More to the point, since Vista went on sale to the general public Jan. 30,
we've found a few ways to make the best of the rude and cranky snags to the
new operating system that will capture your computer sooner or later -
probably sooner. Happily, much that we've learned about Vista works great
for Windows XP as well.

First and foremost, let's say there is substantial truth in those
commercials from Apple Inc. showing the Vista guy in a rumpled business
suit surrounded by bodyguards who interrupt with a silly warning every time
he tries to talk to the hip young Mac guy.

No matter how loosey-goosey you set Vista's security tools, there will be
repeated times when you try to do something only to have the computer
screen go black and then pop up with a small message box asking if you
really want to "continue" what you're doing. You think it over
and say yes, and you're hit with another box that asks you if you want to
"allow" whatever you said to "continue."

Second on my list of grievances is the effort by Microsoft Corp. to turn
Vista into an instantly available music/record store through the omnibus
built-in program used to play music, watch videos, rip CDs, sync music
players and search for tunes.

It is galling, for example, to be frustrated because a video or song you
just downloaded won't play in the Vista Media Player only to be further
accosted with an error message that reads "Contacting Store ..."
(Microsoft's online competitor to iTunes).

This brings us to what may be the best fix for vexed Vista video victims
- a free program called VLC media player from the open-source
programming group called VideoLAN.org .

VLC comes with built-in tools called codecs (coder/decoders) that specify
the settings needed by a program to play different audio and video formats
clogging the Internet landscape of YouTube, MySpace, iFilm, DivX, etc.

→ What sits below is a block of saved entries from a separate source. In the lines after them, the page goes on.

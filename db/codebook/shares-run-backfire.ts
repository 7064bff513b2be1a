import type { ShareList } from './chapter'
import { columns, type ShareRow } from './shares-run'

const GROUPS: readonly Omit<ShareList, 'of100'>[] = [
  { symptom: 'backfires', gate: { fuelling: ['injection'], strokes: ['four'] }, somethingElse: 8 },
  { symptom: 'backfires', gate: { fuelling: ['injection'], strokes: ['two'] }, somethingElse: 9 },
  {
    symptom: 'backfires',
    gate: { fuelling: ['carburettor'], strokes: ['four'] },
    somethingElse: 8,
  },
  { symptom: 'backfires', gate: { fuelling: ['carburettor'], strokes: ['two'] }, somethingElse: 9 },
]

/** Columns: injection four-stroke, injection two-stroke, carburettor four-stroke, carburettor two-stroke. */
const ROWS: readonly ShareRow[] = [
  ['intakeLeak', 13, 13, 13, 14],
  ['exhaustLeak', 16, 8, 12, 8],
  ['fuelStale', 6, 7, 7, 8],
  ['fuelFilterBlocked', 4, 5, 3, 3],
  ['fuelPumpWeak', 7, 7, 0, 0],
  ['injectorBlocked', 5, 5, 0, 0],
  ['jetsBlocked', 0, 0, 16, 13],
  ['chokeWrong', 0, 0, 3, 3],
  ['pulsePumpWeak', 0, 0, 2, 3],
  ['cylinderFlooded', 2, 4, 3, 4],
  ['sparkPlugBad', 6, 8, 6, 8],
  ['ignitionCoilPart', 3.5, 4, 3, 3],
  ['ignitionCoilWiring', 3.5, 3, 2, 2],
  ['coilOutputLeaks', 3, 4, 4, 3],
  ['crankSensorWiring', 2.5, 3, 1.5, 2],
  ['triggerWheelSlipped', 2.5, 4, 4, 6],
  ['stopCircuitFault', 2, 4, 2.5, 2],
  ['camTimingSlipped', 4, 0, 3.5, 0],
  ['valveTight', 6, 0, 6.5, 0],
  ['mapSensorBad', 3.5, 3, 0, 0],
  ['oxygenSensorBad', 2.5, 0, 0, 0],
  ['reedBroken', 0, 4, 0, 4],
  ['crankSealLeak', 0, 5, 0, 5],
]

/** What lies behind "backfires". */
export const BACKFIRE_SHARES: ShareList[] = columns(GROUPS, ROWS)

Even on my hot rod of a dual-core Intel-fired HP Pavilion with 2 gigabytes
of memory, Vista's merchandise-laden Media Player comes up much slower than
does VLC, which appears on the desktop as fast as you can click its icon.
VLC is a music and movie/animation player rather than a storefront, and it
lacks most of the bells and whistles, and frills and fopperies, and reboots
and redundancies of the Vista Media Player. VLC shines particularly when
using it to display videos that one acquires from the tens of thousands of
places online where movies short and long are found.

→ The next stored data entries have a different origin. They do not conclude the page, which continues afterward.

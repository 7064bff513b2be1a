import type { ShareList } from './chapter'
import { columns, type ShareRow } from './shares-run'

const GROUPS: readonly Omit<ShareList, 'of100'>[] = [
  {
    symptom: 'cranksNoStart',
    gate: { fuelling: ['injection'], strokes: ['four'] },
    somethingElse: 7,
  },
  {
    symptom: 'cranksNoStart',
    gate: { fuelling: ['injection'], strokes: ['two'] },
    somethingElse: 8,
  },
  {
    symptom: 'cranksNoStart',
    gate: { fuelling: ['carburettor'], strokes: ['four'] },
    somethingElse: 7,
  },
  {
    symptom: 'cranksNoStart',
    gate: { fuelling: ['carburettor'], strokes: ['two'] },
    somethingElse: 8,
  },
]

/** Columns: injection four-stroke, injection two-stroke, carburettor four-stroke, carburettor two-stroke. */
const ROWS: readonly ShareRow[] = [
  ['fuelOutOrShut', 9, 8.5, 9, 9],
  ['fuelStale', 4, 4.5, 9, 8],
  ['fuelLineIce', 0, 4, 0, 1],
  ['fuelFilterBlocked', 0, 2, 3, 3],
  ['fuelPumpDead', 7.5, 5.5, 0, 0],
  ['fuelPumpRelay', 6.5, 4.5, 0, 0],
  ['fuelPumpWiring', 4, 4, 0, 0],
  ['injectorCircuit', 1.5, 2, 0, 0],
  ['injectorLeaking', 2, 2, 0, 0],
  ['pulsePumpWeak', 0, 0, 3, 4],
  ['jetsBlocked', 0, 0, 13, 10],
  ['floatNeedleStuck', 0, 0, 5, 4],
  ['chokeWrong', 0, 0, 5, 5],
  ['cylinderFlooded', 6.5, 12, 7.5, 12],
  ['sparkPlugBad', 5, 8, 8, 10],
  ['ignitionCoilPart', 3.5, 3, 3, 3],
  ['ignitionCoilWiring', 2.5, 2, 1.5, 1.5],
  ['ignitionCoilSupply', 2, 1, 0.5, 0],
  ['ignitionCoilDriver', 0, 0, 2, 2],
  ['coilOutputLeaks', 1, 1.5, 2, 1.5],
  ['crankSensorPart', 4.5, 3.5, 1.5, 1.5],
  ['crankSensorWiring', 2.5, 2, 1, 1],
  ['tipOverTripped', 5, 1.5, 0, 0],
  ['stopCircuitFault', 8, 10.5, 7, 8],
  ['securityRefuses', 3.5, 3.5, 0, 0],
  ['batteryLow', 4, 1.5, 2, 0],
  ['keySwitchHarness', 1.5, 1, 1, 0.5],
  ['mainRelayFault', 2.5, 1, 0.5, 0],
  ['sensorSupplyDown', 1, 0, 0, 0],
  ['lowCompression', 1.5, 3, 2, 5],
  ['valveTight', 2, 0, 3, 0],
  ['camTimingSlipped', 2, 0, 1.5, 0],
  ['triggerWheelSlipped', 0, 0, 2, 2],
]

/** What lies behind "cranks, does not start". */
export const NO_START_SHARES: ShareList[] = columns(GROUPS, ROWS)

A great many of these files won't run on Microsoft's player anyway, such as
the FLV for YouTube videos and Apple's widely used MOV format. Beyond that,
the free software handles just about anything you can throw at it except,
appropriately enough, the proprietary WMV format from Microsoft.

You can play music files as well on VLC, but that is one of the places
where the new Vista shines with its good-looking interface, big fat icons
for album covers, simple and powerful playlists and psychedelic
visualizations.

Enough niceness toward the world's largest computer software company: The
experience of installing VLC points out the nasty compatibility sideshow to
the epic global move of PCs to Vista.

Microsoft's engineers loaded Vista with code that conflicts big-time with
many programs that were written for Windows. Too many programs work great
on XP only to crash, burn and die on Vista.

For example, the DirectX video display feature of Vista disables VLC's
ability to display the visual side of videos, so in its default settings
all you get is the soundtrack.

Thanks to a Web search using the words Vista and VLC, I quickly found the
setting change needed to restore vision on Vista machines.

It remains to be seen how much software that people came to love in Windows
XP will be toast when popped into a Vista machine. I can tell you that two
of my favorites won't work right in Vista: the superb and free Treepad
personal information manager and the new Xara Xtreme Pro graphic
illustration program.

When Microsoft execs made the rounds before Vista arrived, they were full
of assurances that moving the software you currently own over to Vista
would be a cakewalk.

In theory, you would just give the program icon a right-click and open the
Compatibility tab in the pop-up that appears. When you do this and it
works, Vista dims, blinks and changes, and then advises you that it is
taking away the trademark translucent windows, cascading windows and other
new features you just spent hundreds of dollars buying.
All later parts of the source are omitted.